- Opening Delimiter -

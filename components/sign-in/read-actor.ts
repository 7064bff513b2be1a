import { type Actor, actor } from '@/lib/model/person'
import type { ShopLine } from '@/lib/ports/shop-line'

/** Who is signed in, or null: nobody, or the shop cannot be asked. */
export async function readActor(line: ShopLine): Promise<Actor | null> {
  const answer = await line.getJson('/api/me')
  return answer.ok ? actorIn(answer.value) : null
}

/** Whom an answer of `/api/me` names; null when it is none. */
export function actorIn(answer: unknown): Actor | null {
  const { actor: who } = answer as { actor?: unknown }
  const read = actor.safeParse(who ?? answer)
  return read.success ? read.data : null
}
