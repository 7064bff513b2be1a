import type { MachineModel } from '@/lib/model/machine-model'
import { CRAG_450 } from './demo-crag-450'
import { DRIFT_600 } from './demo-drift-600'
import { FELL_1000 } from './demo-fell-1000'
import { FIRN_900 } from './demo-firn-900'
import { GORSE_230 } from './demo-gorse-230'
import { HEATH_300 } from './demo-heath-300'
import { HOLM_28 } from './demo-holm-28'
import { MOOR_450 } from './demo-moor-450'
import { RIME_440 } from './demo-rime-440'
import { SKERRY_250 } from './demo-skerry-250'

/** The models of the demo shop: all invented, and marked so in every figure's source. */
export const DEMO_MODELS: MachineModel[] = [
  MOOR_450,
  DRIFT_600,
  SKERRY_250,
  FELL_1000,
  RIME_440,
  GORSE_230,
  FIRN_900,
  HEATH_300,
  CRAG_450,
  HOLM_28,
]
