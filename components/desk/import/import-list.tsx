import { Row } from '@/components/ui/row'
import type { ImportAnswer } from '@/lib/sync/protocol/unsent-file'
import { size } from '../../field/times'
import { whenWords } from '../../field/when-words'
import { useNow } from '../use-now'
import { listedTitle, outcomeWords } from './import-words'

/** Every record and photo of the file with what became of it. */
export function ImportList({ list, zone }: { list: ImportAnswer; zone: string }) {
  const now = useNow()
  return (
    <ol>
      {list.ops.map((op) => (
        <li key={op.opId}>
          <Row
            title={listedTitle(op)}
            second={outcomeWords(op)}
            end={whenWords(op.since, zone, now)}
            struck={op.outcome === 'refused'}
          />
        </li>
      ))}
      {list.photos.map((photo) => (
        <li key={photo.hash}>
          <Row
            title="Photo or voice note"
            second={outcomeWords(photo)}
            end={whenWords(photo.since, zone, now)}
            endSecond={size(photo.bytes)}
            struck={photo.outcome === 'refused'}
          />
        </li>
      ))}
    </ol>
  )
}
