import type { PcodeItem, SpnItem } from '@/lib/model/code-book'
import { type BookProblem, type Books, TELLS } from './book-problem'

type Told = { id: string; tells: NonNullable<SpnItem['tells']> }

/** [CB22] What codes tell: no fault sets one less often than none does, some do far more often, one story has one set of figures. */
export function checkCodes({ shelf }: Books): BookProblem[] {
  const told = [...shelf.spn, ...shelf.pcode].flatMap(toldBy)
  return [...told.flatMap(figures), ...stories(told)]
}

const toldBy = ({ id, tells }: SpnItem | PcodeItem): Told[] =>
  tells === null ? [] : [{ id, tells }]

function figures({ id, tells: { of100, otherwise } }: Told): BookProblem[] {
  const worse = Object.entries(of100).filter(([, figure]) => figure < otherwise)
  const isTold = Object.values(of100).some((figure) => figure >= TELLS * otherwise)
  return [
    ...worse.map(([fault]) => ({
      kind: 'order' as const,
      id,
      words: `with ${fault} it is set less often than with none: a fault cannot mend`,
    })),
    ...(isTold
      ? []
      : [{ kind: 'tellsNothing' as const, id, words: `no fault sets it ${TELLS} times as often` }]),
  ]
}

function stories(told: readonly Told[]): BookProblem[] {
  const first = new Map<string, string>()
  return told.flatMap(({ id, tells: { id: story, of100, otherwise } }) => {
    const text = JSON.stringify([of100, otherwise])
    const known = first.get(story)
    if (known === undefined) first.set(story, text)
    return known === undefined || known === text
      ? []
      : [{ kind: 'order' as const, id, words: `tells the story ${story} with other figures` }]
  })
}
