import type { CheckItem } from '@/lib/model/code-book'
import { MONOXIDE, MOVES } from './cautions'
import { GUESS, PRACTICE } from './sources'

/** What stops the engine on purpose: tip-over sensor, stop switch, tether. */
export const STOP_CHECKS: CheckItem[] = [
  {
    kind: 'check',
    id: 'tipOverReset',
    name: 'Tip-over sensor: level, reset, look',
    purpose: 'Clears a tripped tip-over sensor and finds a loose one.',
    gate: { fuelling: ['injection'] },
    people: 1,
    onePersonWay: null,
    roles: ['mechanic', 'guide'],
    guideSafe: true,
    light: 'lampEnough',
    weather: null,
    setups: [],
    tools: [],
    machineState: 'runningNeutral',
    mayMoveMachine: true,
    minutes: 4,
    costMinor: 0,
    steps: [
      {
        text: 'Get the machine level on its wheels or track. Two people for a heavy one.',
        caution: {
          signal: 'WARNING',
          text: 'A machine that rolls or slides pins people. Uphill side, chocks, never below it.',
        },
      },
      { text: 'Key off. Wait thirty seconds.', caution: null },
      { text: 'Look at the sensor: tight, right way up, arrow up, plug home.', caution: null },
      { text: 'Key on, start it.', caution: MOVES },
      {
        text: 'Did it help? If it was tripped by a rollover, the machine stays on hold until examined.',
        caution: null,
      },
    ],
    cautions: [MOVES, MONOXIDE],
    record: 'Level or not, tight or not, ran after it or not.',
    outcomes: [
      { id: 'noChange', name: 'Tight and level, no change', good: true },
      { id: 'loose', name: 'Found loose or askew', good: false },
      { id: 'cured', name: 'Runs after the reset', good: false },
    ],
    table: { tipOverTripped: [14, 18, 68] },
    otherwise: [93, 4, 3],
    expected: [
      { words: 'Tight, arrow up; a reset changes nothing on a sound one.', source: PRACTICE },
    ],
    reading: null,
    passDoesNotProve: 'A sensor that trips when it shakes can pass standing still.',
    stopWhen: 'Rolled and not examined: no riding it out.',
    basis: 'commonPractice',
    basisWords: 'Guess: two thirds of tripped sensors clear with level and key off.',
    source: GUESS,
  },
  {
    kind: 'check',
    id: 'stopCircuitMeter',
    name: 'Stop switch and tether by meter',
    purpose: 'Finds a stop circuit that stops by itself. Polarity is in the spec sheet.',
    gate: {},
    people: 1,
    onePersonWay: null,
    roles: ['mechanic'],
    guideSafe: false,
    light: 'lampEnough',
    weather: null,
    setups: ['frontCoverOff'],
    tools: [{ tool: 'multimeter', accuracy: '1 % + 3 digits' }],
    machineState: 'off',
    mayMoveMachine: false,
    minutes: 6,
    costMinor: 0,
    steps: [
      {
        text: 'Key off. Look in the spec sheet: does this circuit open or close to stop?',
        caution: null,
      },
      { text: 'Unplug the switch. Meter on ohms across its two wires.', caution: null },
      {
        text: 'Switch run, switch stop, tether in, tether out. Write down all four.',
        caution: null,
      },
      {
        text: 'Turn the bars full left and right in run. Shake the switch. The reading must not jump.',
        caution: null,
      },
      { text: 'Plug it in. Try the stop switch before the proof run.', caution: null },
    ],
    cautions: [
      {
        signal: 'WARNING',
        text: 'Never leave the stop circuit by-passed. A machine without a working stop is on hold.',
      },
    ],
    record: 'All four positions, and any jump with the bars.',
    outcomes: [
      { id: 'clean', name: 'Changes cleanly, steady in run', good: true },
      { id: 'slow', name: 'Right, but jumps or reads some ohms', good: false },
      { id: 'wrong', name: 'Wrong or dead in a position', good: false },
    ],
    table: { stopCircuitFault: [10, 26, 64], keySwitchHarness: [70, 20, 10] },
    otherwise: [92, 6, 2],
    expected: [
      {
        words:
          'Below half an ohm over the leads when closed, open when open, no jump with the bars.',
        source: PRACTICE,
      },
    ],
    reading: null,
    passDoesNotProve:
      'The wire from the switch to the module is tested only as far as you move it.',
    stopWhen: null,
    basis: 'physics',
    basisWords: 'The switch is the only thing in the reading. Shares are guesses.',
    source: GUESS,
  },
]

- Closing Delimiter -

Your answer should consist of the lines from the material that contain "cautions".

import { MONOXIDE, MOVES } from './cautions'
    cautions: [MOVES, MONOXIDE],
    cautions: [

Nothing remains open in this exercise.